Provided material:
******

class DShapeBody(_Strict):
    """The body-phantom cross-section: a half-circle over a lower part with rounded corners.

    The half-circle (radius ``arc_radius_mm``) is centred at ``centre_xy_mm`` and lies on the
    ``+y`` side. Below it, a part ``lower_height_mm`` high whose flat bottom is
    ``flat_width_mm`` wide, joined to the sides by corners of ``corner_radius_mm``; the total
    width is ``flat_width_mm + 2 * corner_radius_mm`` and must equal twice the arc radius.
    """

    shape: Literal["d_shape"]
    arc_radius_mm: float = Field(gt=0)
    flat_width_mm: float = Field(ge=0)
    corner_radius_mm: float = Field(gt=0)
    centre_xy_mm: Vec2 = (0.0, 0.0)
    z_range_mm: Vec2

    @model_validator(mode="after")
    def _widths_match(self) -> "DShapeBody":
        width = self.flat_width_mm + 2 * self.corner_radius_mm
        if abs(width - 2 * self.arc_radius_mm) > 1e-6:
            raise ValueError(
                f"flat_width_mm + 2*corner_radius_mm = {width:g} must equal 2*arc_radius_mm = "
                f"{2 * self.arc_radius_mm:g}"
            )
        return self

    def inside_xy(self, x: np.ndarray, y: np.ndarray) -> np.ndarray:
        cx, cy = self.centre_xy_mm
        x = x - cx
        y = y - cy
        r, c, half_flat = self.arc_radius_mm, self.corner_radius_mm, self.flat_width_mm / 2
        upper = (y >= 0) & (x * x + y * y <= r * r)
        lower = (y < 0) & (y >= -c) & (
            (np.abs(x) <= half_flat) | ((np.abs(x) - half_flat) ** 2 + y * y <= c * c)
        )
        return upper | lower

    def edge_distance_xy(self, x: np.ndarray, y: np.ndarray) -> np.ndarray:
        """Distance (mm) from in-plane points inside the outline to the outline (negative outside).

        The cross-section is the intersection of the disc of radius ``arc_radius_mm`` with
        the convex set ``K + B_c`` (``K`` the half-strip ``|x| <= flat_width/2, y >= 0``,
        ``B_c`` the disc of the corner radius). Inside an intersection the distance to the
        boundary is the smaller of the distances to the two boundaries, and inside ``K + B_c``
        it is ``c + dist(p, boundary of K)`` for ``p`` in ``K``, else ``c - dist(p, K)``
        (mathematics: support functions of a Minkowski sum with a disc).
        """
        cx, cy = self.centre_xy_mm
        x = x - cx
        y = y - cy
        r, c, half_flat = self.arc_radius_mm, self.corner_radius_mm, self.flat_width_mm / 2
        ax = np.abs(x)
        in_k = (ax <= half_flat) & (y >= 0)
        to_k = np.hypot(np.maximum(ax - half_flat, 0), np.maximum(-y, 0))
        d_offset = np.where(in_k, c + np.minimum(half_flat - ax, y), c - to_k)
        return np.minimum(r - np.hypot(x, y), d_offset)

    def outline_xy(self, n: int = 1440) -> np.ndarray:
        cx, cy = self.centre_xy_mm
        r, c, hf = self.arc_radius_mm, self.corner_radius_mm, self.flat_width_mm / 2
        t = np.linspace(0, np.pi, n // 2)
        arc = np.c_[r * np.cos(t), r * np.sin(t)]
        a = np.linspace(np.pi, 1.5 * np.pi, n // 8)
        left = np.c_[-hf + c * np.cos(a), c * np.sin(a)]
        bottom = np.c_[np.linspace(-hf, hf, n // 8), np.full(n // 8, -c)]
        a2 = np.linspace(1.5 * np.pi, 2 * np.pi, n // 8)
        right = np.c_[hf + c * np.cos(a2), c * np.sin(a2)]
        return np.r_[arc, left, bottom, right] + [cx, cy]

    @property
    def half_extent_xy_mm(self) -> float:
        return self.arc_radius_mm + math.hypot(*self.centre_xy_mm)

******

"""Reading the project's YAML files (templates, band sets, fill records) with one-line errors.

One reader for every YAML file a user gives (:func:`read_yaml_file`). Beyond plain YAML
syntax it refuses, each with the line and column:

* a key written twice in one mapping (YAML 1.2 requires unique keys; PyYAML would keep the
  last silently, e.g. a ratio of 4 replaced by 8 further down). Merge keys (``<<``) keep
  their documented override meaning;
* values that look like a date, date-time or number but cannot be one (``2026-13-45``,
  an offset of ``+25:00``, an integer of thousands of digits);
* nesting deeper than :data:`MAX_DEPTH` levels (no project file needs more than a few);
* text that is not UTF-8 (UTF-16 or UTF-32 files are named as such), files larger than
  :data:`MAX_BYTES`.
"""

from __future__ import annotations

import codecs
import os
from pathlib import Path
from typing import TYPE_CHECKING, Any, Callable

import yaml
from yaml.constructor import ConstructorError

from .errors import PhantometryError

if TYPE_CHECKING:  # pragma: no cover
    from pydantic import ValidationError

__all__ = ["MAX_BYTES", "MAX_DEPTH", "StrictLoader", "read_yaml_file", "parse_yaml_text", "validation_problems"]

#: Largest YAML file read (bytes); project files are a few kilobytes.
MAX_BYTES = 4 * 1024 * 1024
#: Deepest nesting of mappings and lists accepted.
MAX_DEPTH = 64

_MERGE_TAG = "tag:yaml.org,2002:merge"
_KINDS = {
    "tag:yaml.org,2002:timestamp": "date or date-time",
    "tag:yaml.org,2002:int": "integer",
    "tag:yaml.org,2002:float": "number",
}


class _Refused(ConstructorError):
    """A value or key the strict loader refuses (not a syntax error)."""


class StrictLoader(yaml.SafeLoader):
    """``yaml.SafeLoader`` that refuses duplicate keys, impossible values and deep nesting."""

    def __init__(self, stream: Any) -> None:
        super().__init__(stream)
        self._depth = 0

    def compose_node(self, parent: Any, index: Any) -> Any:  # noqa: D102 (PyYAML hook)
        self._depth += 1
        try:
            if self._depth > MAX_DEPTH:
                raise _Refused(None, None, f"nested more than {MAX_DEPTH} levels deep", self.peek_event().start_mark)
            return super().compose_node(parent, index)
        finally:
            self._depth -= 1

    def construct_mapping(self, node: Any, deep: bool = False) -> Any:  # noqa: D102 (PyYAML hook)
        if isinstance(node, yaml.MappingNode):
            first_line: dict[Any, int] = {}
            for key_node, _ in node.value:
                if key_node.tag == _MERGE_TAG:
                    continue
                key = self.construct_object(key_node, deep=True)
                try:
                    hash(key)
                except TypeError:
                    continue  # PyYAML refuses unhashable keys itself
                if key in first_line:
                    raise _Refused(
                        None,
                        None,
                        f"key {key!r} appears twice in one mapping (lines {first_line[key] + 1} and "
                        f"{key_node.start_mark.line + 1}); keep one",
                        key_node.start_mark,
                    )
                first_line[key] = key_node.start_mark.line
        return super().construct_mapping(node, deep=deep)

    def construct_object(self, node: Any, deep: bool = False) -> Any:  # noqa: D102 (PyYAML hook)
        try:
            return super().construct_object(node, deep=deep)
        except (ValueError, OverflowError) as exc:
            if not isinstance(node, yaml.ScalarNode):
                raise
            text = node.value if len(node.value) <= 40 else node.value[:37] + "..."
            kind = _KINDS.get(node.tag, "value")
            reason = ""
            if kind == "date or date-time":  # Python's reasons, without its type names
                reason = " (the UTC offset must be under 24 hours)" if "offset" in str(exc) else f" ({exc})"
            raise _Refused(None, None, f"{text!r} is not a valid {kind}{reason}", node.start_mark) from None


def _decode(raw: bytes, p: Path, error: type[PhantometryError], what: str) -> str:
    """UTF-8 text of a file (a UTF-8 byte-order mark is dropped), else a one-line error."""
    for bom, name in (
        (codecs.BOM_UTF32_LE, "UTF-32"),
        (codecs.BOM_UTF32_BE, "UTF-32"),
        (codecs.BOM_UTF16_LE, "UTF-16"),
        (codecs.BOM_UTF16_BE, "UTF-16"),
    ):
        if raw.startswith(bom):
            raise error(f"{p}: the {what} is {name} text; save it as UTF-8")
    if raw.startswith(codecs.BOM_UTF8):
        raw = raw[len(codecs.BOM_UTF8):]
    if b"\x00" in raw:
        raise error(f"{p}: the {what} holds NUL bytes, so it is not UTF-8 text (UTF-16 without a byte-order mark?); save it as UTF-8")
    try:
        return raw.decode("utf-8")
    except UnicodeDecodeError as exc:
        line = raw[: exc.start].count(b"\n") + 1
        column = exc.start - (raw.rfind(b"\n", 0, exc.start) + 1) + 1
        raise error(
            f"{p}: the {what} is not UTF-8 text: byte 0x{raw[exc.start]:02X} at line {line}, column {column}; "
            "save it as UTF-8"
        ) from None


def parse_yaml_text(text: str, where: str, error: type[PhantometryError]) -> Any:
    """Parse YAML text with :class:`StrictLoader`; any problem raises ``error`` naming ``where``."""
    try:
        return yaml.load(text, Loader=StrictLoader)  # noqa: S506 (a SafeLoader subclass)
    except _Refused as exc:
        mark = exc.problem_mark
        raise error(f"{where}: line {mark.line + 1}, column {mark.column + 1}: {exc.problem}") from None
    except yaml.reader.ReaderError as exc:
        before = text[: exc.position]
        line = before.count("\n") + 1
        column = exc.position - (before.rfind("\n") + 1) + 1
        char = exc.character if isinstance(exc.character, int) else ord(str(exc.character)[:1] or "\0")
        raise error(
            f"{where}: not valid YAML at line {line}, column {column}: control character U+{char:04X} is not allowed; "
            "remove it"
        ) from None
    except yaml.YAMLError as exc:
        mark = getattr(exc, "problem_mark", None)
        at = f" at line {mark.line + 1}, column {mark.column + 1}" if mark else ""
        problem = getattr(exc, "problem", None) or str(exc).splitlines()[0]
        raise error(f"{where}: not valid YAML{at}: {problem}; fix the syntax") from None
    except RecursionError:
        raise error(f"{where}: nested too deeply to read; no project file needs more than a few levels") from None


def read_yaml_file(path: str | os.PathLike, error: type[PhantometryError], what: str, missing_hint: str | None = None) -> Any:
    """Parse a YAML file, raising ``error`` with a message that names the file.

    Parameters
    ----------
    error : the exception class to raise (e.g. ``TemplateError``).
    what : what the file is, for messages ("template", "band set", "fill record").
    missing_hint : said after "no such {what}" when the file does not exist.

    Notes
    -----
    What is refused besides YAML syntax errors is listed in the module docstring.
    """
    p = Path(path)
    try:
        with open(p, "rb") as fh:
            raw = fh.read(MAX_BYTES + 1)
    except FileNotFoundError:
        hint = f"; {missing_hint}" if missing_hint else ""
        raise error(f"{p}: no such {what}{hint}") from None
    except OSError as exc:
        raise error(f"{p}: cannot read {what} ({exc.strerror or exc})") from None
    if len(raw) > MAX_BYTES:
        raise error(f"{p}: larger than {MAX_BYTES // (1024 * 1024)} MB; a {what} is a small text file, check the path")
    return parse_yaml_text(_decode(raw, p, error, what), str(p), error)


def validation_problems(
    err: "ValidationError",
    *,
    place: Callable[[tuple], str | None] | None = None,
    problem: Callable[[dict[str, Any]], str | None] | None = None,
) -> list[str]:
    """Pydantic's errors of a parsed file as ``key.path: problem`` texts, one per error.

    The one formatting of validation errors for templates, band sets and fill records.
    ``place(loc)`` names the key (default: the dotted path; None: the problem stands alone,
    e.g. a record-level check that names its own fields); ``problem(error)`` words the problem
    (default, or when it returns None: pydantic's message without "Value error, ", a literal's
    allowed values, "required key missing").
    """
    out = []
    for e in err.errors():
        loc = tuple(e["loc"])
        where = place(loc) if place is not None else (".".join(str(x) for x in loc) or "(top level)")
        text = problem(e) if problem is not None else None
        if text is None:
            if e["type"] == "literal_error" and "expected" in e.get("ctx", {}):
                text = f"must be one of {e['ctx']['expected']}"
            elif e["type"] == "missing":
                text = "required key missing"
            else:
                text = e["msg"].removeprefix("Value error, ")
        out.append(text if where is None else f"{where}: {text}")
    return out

******

Requirement: Reproduce exactly the entries above, limited to the lines from the one with "values that look" through the one with "than a few);", both included.

Output for this exercise:
* values that look like a date, date-time or number but cannot be one (``2026-13-45``,
  an offset of ``+25:00``, an integer of thousands of digits);
* nesting deeper than :data:`MAX_DEPTH` levels (no project file needs more than a few);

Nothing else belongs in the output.